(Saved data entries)
━━━━━━━━━━━━━━━━━━━━

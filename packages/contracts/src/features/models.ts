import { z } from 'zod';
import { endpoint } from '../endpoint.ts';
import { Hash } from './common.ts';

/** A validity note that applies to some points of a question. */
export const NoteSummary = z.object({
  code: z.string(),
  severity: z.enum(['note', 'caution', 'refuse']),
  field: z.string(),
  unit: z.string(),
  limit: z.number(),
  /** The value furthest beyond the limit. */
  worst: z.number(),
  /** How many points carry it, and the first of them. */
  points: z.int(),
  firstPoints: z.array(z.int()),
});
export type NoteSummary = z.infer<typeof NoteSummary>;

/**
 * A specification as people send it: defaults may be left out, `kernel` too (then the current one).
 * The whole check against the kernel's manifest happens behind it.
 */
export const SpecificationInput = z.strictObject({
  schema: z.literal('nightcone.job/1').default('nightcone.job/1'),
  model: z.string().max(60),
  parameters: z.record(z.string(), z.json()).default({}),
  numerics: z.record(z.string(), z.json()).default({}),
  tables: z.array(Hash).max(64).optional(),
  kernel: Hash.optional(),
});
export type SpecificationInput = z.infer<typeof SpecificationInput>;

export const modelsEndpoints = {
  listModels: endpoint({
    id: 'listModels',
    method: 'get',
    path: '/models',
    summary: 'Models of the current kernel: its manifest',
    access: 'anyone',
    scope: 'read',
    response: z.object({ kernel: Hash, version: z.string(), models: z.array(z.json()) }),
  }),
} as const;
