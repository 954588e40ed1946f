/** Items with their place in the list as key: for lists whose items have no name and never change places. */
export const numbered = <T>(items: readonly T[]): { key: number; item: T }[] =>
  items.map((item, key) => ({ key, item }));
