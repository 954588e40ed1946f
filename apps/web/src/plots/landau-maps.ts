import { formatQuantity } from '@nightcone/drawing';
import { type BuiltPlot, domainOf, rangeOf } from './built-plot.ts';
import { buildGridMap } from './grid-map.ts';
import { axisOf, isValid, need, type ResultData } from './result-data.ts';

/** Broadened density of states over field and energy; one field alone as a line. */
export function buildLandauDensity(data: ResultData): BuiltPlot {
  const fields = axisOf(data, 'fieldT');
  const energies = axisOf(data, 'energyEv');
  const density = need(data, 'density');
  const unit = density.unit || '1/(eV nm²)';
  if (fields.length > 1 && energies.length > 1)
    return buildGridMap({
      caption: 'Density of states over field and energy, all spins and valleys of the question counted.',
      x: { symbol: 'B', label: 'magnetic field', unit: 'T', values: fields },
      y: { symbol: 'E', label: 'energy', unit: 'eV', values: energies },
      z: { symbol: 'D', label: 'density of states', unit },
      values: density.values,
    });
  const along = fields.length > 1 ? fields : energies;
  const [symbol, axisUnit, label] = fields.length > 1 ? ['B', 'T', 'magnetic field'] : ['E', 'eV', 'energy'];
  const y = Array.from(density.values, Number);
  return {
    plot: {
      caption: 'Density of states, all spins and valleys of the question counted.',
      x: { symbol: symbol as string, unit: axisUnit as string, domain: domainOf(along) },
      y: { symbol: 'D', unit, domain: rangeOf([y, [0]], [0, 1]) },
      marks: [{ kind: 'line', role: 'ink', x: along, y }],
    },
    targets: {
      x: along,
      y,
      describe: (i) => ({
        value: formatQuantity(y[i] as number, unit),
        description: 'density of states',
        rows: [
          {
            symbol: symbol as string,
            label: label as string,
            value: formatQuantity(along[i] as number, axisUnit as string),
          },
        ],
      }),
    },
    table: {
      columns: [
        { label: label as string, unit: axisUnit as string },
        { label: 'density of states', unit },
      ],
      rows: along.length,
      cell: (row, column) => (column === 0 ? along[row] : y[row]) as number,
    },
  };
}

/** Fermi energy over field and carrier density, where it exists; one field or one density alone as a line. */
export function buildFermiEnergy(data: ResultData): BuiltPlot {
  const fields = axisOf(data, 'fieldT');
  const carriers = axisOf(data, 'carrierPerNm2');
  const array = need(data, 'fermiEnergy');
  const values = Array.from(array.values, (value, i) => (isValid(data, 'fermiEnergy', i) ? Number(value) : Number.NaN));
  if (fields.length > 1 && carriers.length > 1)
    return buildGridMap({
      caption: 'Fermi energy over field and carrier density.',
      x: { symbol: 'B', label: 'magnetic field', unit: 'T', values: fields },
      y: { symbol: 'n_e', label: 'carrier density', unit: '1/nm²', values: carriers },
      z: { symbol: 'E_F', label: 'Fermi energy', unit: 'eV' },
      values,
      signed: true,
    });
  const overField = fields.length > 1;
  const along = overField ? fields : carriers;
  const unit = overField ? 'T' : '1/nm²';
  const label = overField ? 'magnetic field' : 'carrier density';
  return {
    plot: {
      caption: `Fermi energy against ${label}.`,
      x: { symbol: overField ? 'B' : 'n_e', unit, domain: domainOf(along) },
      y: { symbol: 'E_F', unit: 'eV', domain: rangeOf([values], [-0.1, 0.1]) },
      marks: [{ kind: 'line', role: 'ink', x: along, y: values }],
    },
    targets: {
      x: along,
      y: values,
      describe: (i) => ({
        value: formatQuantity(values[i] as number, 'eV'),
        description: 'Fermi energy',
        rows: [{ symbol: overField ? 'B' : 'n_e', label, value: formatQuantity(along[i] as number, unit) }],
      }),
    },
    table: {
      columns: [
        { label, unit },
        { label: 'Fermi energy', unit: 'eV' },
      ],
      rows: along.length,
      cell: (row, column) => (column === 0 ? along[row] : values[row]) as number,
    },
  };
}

━━━━━━━━━━━━━━━━━━━━

▶ PROBLEM DETAILS: Could you give the number of lines in the entries that contain the string "from"? Only the number, please.

▶ WRITTEN REPLY: 9